Les assemblées matinales pouvaient parfois s’étendre et, d’autres fois, durer moins longtemps, selon les besoins de la communauté. Mais elles prenaient le plus souvent fin juste avant midi et le Prophète se levait alors après avoir dit : « Gloire à Toi, ô Allah, mon Seigneur, puisses-Tu être loué. J’atteste qu’il n’y a pas d’autre dieu que Toi, j’implore Ton pardon et je me repens sincèrement de mes péchés. »
La première fois que le Prophète avait prononcé cette invocation, ses compagnons lui avaient demandé pourquoi il disait cela. Il avait répondu : « Avec cette invocation, nous expions tout péché que nous pourrions avoir commis au cours de cette assemblée. » Il avait également expliqué à Aisha, un jour : « Pour ceux qui auront dit de bonnes paroles, cette invocation sera un sceau sur celles-ci jusqu’au Jour du Jugement. Et pour ceux qui auront dit quelque chose de déplacé, elle sera une expiation pour eux. »

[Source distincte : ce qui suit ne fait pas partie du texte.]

/* SPDX-License-Identifier: MIT
 *
 * The posterior of every line of one side, given the second moments of the other side: step 1 of evidence.c. Lines are
 * independent of one another: eight go side by side, batches of eight run in parallel, and every sum over lines goes
 * block by block.
 *
 * With the free part h = (factor, effect) of length p = r + 1, the gathered S, t, q of moments.c and the line's own
 * precision c:
 *
 *     L = diag(1 / prior variance) + c S[0..p, 0..p]          covariance  C = L^-1
 *     mean  h = C c (t[0..p] - S[p, 0..p])                    (regressor p of the other side is its effect)
 *     expected squared error  q - 2 (h't[0..p] + t[p]) + <E[hh'], S[0..p, 0..p]> + 2 h'S[p, 0..p] + S[p, p]
 *
 * Lines may have priors of their own instead (own, pull): diag(own) in L, and pull added to the right side.
 *
 * A component whose prior variance is 0 is held at 0 by a precision far above any data.
 */
#include "solve/evidence_internal.h"

#include <assert.h>
#include <math.h>
#include <string.h>

/* The prior variance of the effects follows MacKay's fixed point, mean of the squared posterior means over the share of
   it that the data decide, which has the same solution as the mean of E a^2 and reaches it, above all at 0, in far
   fewer rounds. Below this share it is the latter. */
#define KNOWN_LEAST 0.01

/* Eight lines side by side, each number BATCH_LANES times. */
struct lines_scratch {
    struct moments_batch gathered;
    double *factor, *covariance, *mean; /* of the free part */
    double *moment;                     /* of the regressors */
    double *beyond;                     /* where the moments of lanes without a line go */
};

size_t evidence_side_scratch(size_t rank)
{
    return moments_batch_size(rank + 2) + 2 * batch_size(packed_size(rank + 1)) + batch_size(rank + 1) +
           batch_size(packed_size(rank + 2)) + moments_stride(rank + 2);
}

static struct lines_scratch scratch_carve(double *at, size_t rank)
{
    struct lines_scratch s = {.gathered = moments_batch_carve(at, rank + 2)};
    s.factor = at + moments_batch_size(rank + 2);
    s.covariance = s.factor + batch_size(packed_size(rank + 1));
    s.mean = s.covariance + batch_size(packed_size(rank + 1));
    s.moment = s.mean + batch_size(rank + 1);
    s.beyond = s.moment + batch_size(packed_size(rank + 2));
    return s;
}

void evidence_moments_write(double *moment, const double *mean, const double *covariance, size_t rank)
{
    for (size_t k = 0, at = 0; k < rank; k++)
        for (size_t l = 0; l <= k; l++, at++)
            moment[at] = mean[k] * mean[l] + (covariance != NULL ? covariance[at] : 0);
    double *one = moment + packed_size(rank), *effect = moment + packed_size(rank + 1);
    const double *effect_covariance = covariance != NULL ? covariance + packed_size(rank) : NULL;
    for (size_t k = 0; k < rank; k++) {
        one[k] = mean[k];
        effect[k] = mean[rank] * mean[k] + (covariance != NULL ? effect_covariance[k] : 0);
    }
    one[rank] = 1;
    effect[rank] = mean[rank];
    effect[rank + 1] = mean[rank] * mean[rank] + (covariance != NULL ? effect_covariance[rank] : 0);
}

void evidence_side_plant(struct evidence *evidence, struct evidence_side *side, size_t line, const double *mean)
{
    evidence_moments_write(side->moments.data + line * side->moments.stride, mean, NULL, evidence->rank);
}

#define EACH_LANE for (size_t lane = 0; lane < BATCH_LANES; lane++)

/* Prior precision of component k of a line. */
static double own_of(const struct evidence_side *side, size_t free, size_t line, size_t k)
{
    if (side->own != NULL)
        return side->own[line * free + k];
    return side->variance[k] > 0 ? 1 / side->variance[k] : EVIDENCE_PRECISION_OFF;
}

/* Where lines have priors of their own; lanes without a line have any. */
static void own_add(const struct evidence_side *side, size_t free, size_t first, const struct lines_scratch *s)
{
    EACH_LANE
    {
        size_t line = first + lane < side->half->lines ? first + lane : first;
        for (size_t k = 0; k < free; k++) {
            s->factor[(packed_size(k) + k) * BATCH_LANES + lane] += side->own[line * free + k];
            s->mean[k * BATCH_LANES + lane] += side->pull[line * free + k];
        }
    }
}

/* L into factor and c (t[0..p] - S[p, 0..p]) into mean, but for priors of the lines' own. */
NUMERIC_VERSIONS
static void systems_write(const struct evidence_side *side, size_t free, const double *restrict precision,
                          const struct lines_scratch *s)
{
    const double *restrict second = s->gathered.second, *restrict target = s->gathered.target;
    const double *restrict cross = second + packed_size(free) * BATCH_LANES;
    double *restrict factor = s->factor, *restrict mean = s->mean;
    for (size_t at = 0; at < packed_size(free) * BATCH_LANES; at += BATCH_LANES)
        EACH_LANE factor[at + lane] = precision[lane] * second[at + lane];
    for (size_t k = 0; k < free; k++) {
        double own = side->own != NULL ? 0 : own_of(side, free, 0, k);
        EACH_LANE factor[(packed_size(k) + k) * BATCH_LANES + lane] += own;
        EACH_LANE mean[k * BATCH_LANES + lane] =
            precision[lane] * (target[k * BATCH_LANES + lane] - cross[k * BATCH_LANES + lane]);
    }
}

/* One lane whose pivots broke down, again and with a lift. */
static void lane_solve(const struct evidence_side *side, size_t free, double precision, size_t line,
                       const struct lines_scratch *s)
{
    size_t lane = line % BATCH_LANES;
    double *factor = s->beyond, *inverse = s->gathered.work, *mean = inverse + packed_size(free);
    const double *cross = s->gathered.second + packed_size(free) * BATCH_LANES;
    for (size_t at = 0; at < packed_size(free); at++)
        factor[at] = precision * s->gathered.second[at * BATCH_LANES + lane];
    for (size_t k = 0; k < free; k++) {
        factor[packed_size(k) + k] += own_of(side, free, line, k);
        mean[k] = precision * (s->gathered.target[k * BATCH_LANES + lane] - cross[k * BATCH_LANES + lane]);
        mean[k] += side->pull != NULL ? side->pull[line * free + k] : 0;
    }
    packed_cholesky(factor, free);
    packed_solve(factor, free, mean);
    packed_inverse(factor, free, inverse);
    for (size_t k = 0; k < free; k++)
        s->mean[k * BATCH_LANES + lane] = mean[k];
    for (size_t at = 0; at < packed_size(free); at++)
        s->covariance[at * BATCH_LANES + lane] = inverse[at];
}

/* Second moments of (factor, 1, effect) from mean and covariance of (factor, effect), and <E[hh'], S> over the free
   part. */
NUMERIC_VERSIONS
static void moments_write(size_t rank, const struct lines_scratch *s, double *restrict inner)
{
    const double *restrict mean = s->mean, *restrict covariance = s->covariance, *restrict second = s->gathered.second;
    double *restrict moment = s->moment;
    EACH_LANE inner[lane] = 0;
    for (size_t k = 0, at = 0; k <= rank; k++) {
        double *row = moment + packed_size(k < rank ? k : rank + 1) * BATCH_LANES;
        const double *mine = mean + k * BATCH_LANES;
        for (size_t l = 0; l <= k; l++, at += BATCH_LANES) {
            double *to = row + (k == rank && l == rank ? rank + 1 : l) * BATCH_LANES, times = l == k ? 1 : 2;
            EACH_LANE
            {
                double entry = mine[lane] * mean[l * BATCH_LANES + lane] + covariance[at + lane];
                to[lane] = entry;
                inner[lane] += times * entry * second[at + lane];
            }
        }
    }
    double *one = moment + packed_size(rank) * BATCH_LANES;
    double *effect = moment + (packed_size(rank + 1) + rank) * BATCH_LANES;
    memcpy(one, mean, rank * BATCH_LANES * sizeof *one);
    EACH_LANE one[rank * BATCH_LANES + lane] = 1;
    EACH_LANE effect[lane] = mean[rank * BATCH_LANES + lane];
}

/* Posteriors of a batch of lines into mean and moment; error[lane] is the expected squared error, rest[lane] what the
   means leave of the lines' sums. */
static void lines_solve(const struct evidence_side *side, size_t rank, size_t first, const double *precision,
                        const struct lines_scratch *s, double *error, double *rest)
{
    size_t free = rank + 1;
    const double *sum = s->gathered.second + packed_size(rank) * BATCH_LANES;
    const double *cross = s->gathered.second + packed_size(free) * BATCH_LANES, *target = s->gathered.target;
    double inner[BATCH_LANES];
    systems_write(side, free, precision, s);
    if (side->own != NULL)
        own_add(side, free, first, s);
    unsigned broken = packed_batch_solve(side->moments.kernel, s->factor, free, s->mean, s->covariance);
    for (size_t lane = 0; broken >> lane != 0; lane++)
        if (broken >> lane & 1)
            lane_solve(side, free, precision[lane], first + lane, s);
    moments_write(rank, s, inner);
    EACH_LANE error[lane] = s->gathered.square[lane] - 2 * target[free * BATCH_LANES + lane] +
                            cross[free * BATCH_LANES + lane] + inner[lane];
    for (size_t at = 0; at < free * BATCH_LANES; at += BATCH_LANES)
        EACH_LANE error[lane] += 2 * s->mean[at + lane] * (cross[at + lane] - target[at + lane]);
    EACH_LANE error[lane] = error[lane] > 0 ? error[lane] : 0;
    EACH_LANE rest[lane] = target[rank * BATCH_LANES + lane] - cross[rank * BATCH_LANES + lane];
    for (size_t at = 0; at < free * BATCH_LANES; at += BATCH_LANES)
        EACH_LANE rest[lane] -= s->mean[at + lane] * sum[at + lane];
}

struct update_job {
    struct evidence *evidence;
    struct evidence_side *side;
    const struct evidence_side *other;
};

/* Batches are cut by lines alone, so that eight columns go together also where each is a block of work of its own. */
static void update_batch(void *opaque, size_t batch, size_t worker)
{
    struct update_job *job = opaque;
    struct evidence *evidence = job->evidence;
    struct evidence_side *side = job->side;
    size_t rank = evidence->rank, first = batch * BATCH_LANES, left = side->half->lines - first;
    size_t count = left < BATCH_LANES ? left : BATCH_LANES;
    struct lines_scratch s = scratch_carve(evidence->scratch + worker * evidence->scratch_size, rank);
    double precision[BATCH_LANES], error[BATCH_LANES], rest[BATCH_LANES], *to[BATCH_LANES];
    EACH_LANE precision[lane] = lane < count ? side->line_precision[first + lane] / evidence->noise : 0;
    EACH_LANE to[lane] = lane < count ? side->moments.data + (first + lane) * side->moments.stride : s.beyond;
    moments_gather(&job->other->moments, side->half, evidence->problem->target.precision, first, &s.gathered);
    lines_solve(side, rank, first, precision, &s, error, rest);
    packed_batch_unpack(side->moments.kernel, s.moment, packed_size(rank + 2), to);
    for (size_t lane = 0; lane < count; lane++) {
        size_t line = first + lane;
        side->line_error[line] = error[lane];
        side->line_rest[line] = rest[lane];
        for (size_t k = 0; k < rank; k++)
            MATRIX_AT(side->mean, line, k) = s.mean[k * BATCH_LANES + lane];
        MATRIX_AT(side->mean, line, side->effect_at) = s.mean[rank * BATCH_LANES + lane];
        MATRIX_AT(side->mean, line, side->one_at) = 1;
    }
}

void evidence_side_update(struct evidence *evidence, struct evidence_side *side, const struct evidence_side *other)
{
    struct update_job job = {evidence, side, other};
    team_run(evidence->context, (side->half->lines + BATCH_LANES - 1) / BATCH_LANES, update_batch, &job);
}

/* Halves are rounded by 2^-21. Above this noise, in units in which cells have size one, what that adds to the expected
   squared error of a line is far below what its cells tell of it. */
#define HALVES_NOISE 1e-2

static void halve_block(void *opaque, size_t block, size_t worker)
{
    const struct update_job *job = opaque;
    const struct evidence *evidence = job->evidence;
    const struct evidence_side *side = job->side;
    size_t words = moments_words(side->moments.regressors);
    double *room = evidence->scratch + worker * evidence->scratch_size;
    for (size_t line = side->half->block[block]; line < side->half->block[block + 1]; line++)
        moments_halve(&side->moments, side->moments.data + line * side->moments.stride, room,
                      evidence->halves + line * words);
}

void evidence_side_offer(struct evidence *evidence, struct evidence_side *side, const struct evidence_side *other)
{
    struct update_job job = {evidence, side, NULL};
    bool serves = evidence->halves != NULL && evidence->noise >= HALVES_NOISE;
    side->moments.halves = serves ? evidence->halves : NULL;
    if (serves)
        team_run(evidence->context, side->half->blocks, halve_block, &job);
    moments_total(evidence->context, &side->moments, other->half, evidence->total);
}

static void prior_block(void *opaque, size_t block, size_t worker)
{
    (void)worker;
    struct update_job *job = opaque;
    struct evidence_side *side = job->side;
    size_t rank = job->evidence->rank;
    double *sum = side->partial + block * (rank + 3);
    for (size_t k = 0; k < rank + 3; k++)
        sum[k] = 0;
    for (size_t line = side->half->block[block]; line < side->half->block[block + 1]; line++) {
        if (side->half->start[line] == side->half->start[line + 1])
            continue; /* nothing seen: its posterior is the prior and tells nothing about it */
        const double *moment = side->moments.data + line * side->moments.stride;
        for (size_t k = 0; k < rank; k++)
            sum[k] += moment[packed_size(k) + k];
        sum[rank] += moment[packed_size(rank + 1) + rank + 1];
        double effect = moment[packed_size(rank + 1) + rank];
        sum[rank + 1] += effect * effect;
        sum[rank + 2] += 1;
    }
}

void evidence_side_prior(struct evidence *evidence, struct evidence_side *side)
{
    struct update_job job = {evidence, side, NULL};
    size_t rank = evidence->rank;
    double *sum = evidence->scratch;
    team_run(evidence->context, side->half->blocks, prior_block, &job);
    team_sum(evidence->context, side->partial, side->half->blocks, rank + 3, sum);
    double lines = sum[rank + 2];
    assert(lines > 0);
    for (size_t k = 0; k < rank; k++)
        if (side->variance[k] > 0)
            side->variance[k] = fmax(sum[k] / lines, EVIDENCE_VARIANCE_LEAST);
    double *effect = side->variance + rank;
    if (*effect > 0) {
        double known = 1 - (sum[rank] - sum[rank + 1]) / (lines * *effect);
        *effect = known > KNOWN_LEAST ? sum[rank + 1] / lines / known : sum[rank] / lines;
        *effect = fmax(*effect, EVIDENCE_VARIANCE_LEAST);
    }
}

Avant de partir, il faisait également une invocation pour ses compagnons : « Ô Allah! Fais en sorte que nous Te craignions assez pour ne pas Te désobéir. Fais de nous des serviteurs obéissants afin que nous atteignions le Paradis. Fais en sorte que notre foi soit assez ferme pour que nous traversions avec facilité les épreuves de la vie. Ô Allah! Fais-nous jouir de nos facultés de la vue et de l’ouïe jusqu’à la fin de nos vies. Donne-nous la victoire contre ceux qui nous oppriment et aide-nous contre ceux qui nous montrent de l’hostilité. Ne fais pas du monde qui nous entoure une affliction pour nous et fais en sorte que ce monde ne devienne pas notre souci premier ou l’ensemble de notre savoir. Ne laisse personne n’ayant aucune compassion pour nous avoir de pouvoir sur nous. »
Puis, les compagnons se levaient et s’en allaient chacun de leur côté vaquer à leurs occupations.
Quant au Prophète (que la paix et les bénédictions de Dieu soient sur lui), il rentrait parfois chez lui et d’autres fois, il se rendait au marché ou honorait une invitation qu’il avait reçue, ou vaquait à quelque tâche quotidienne.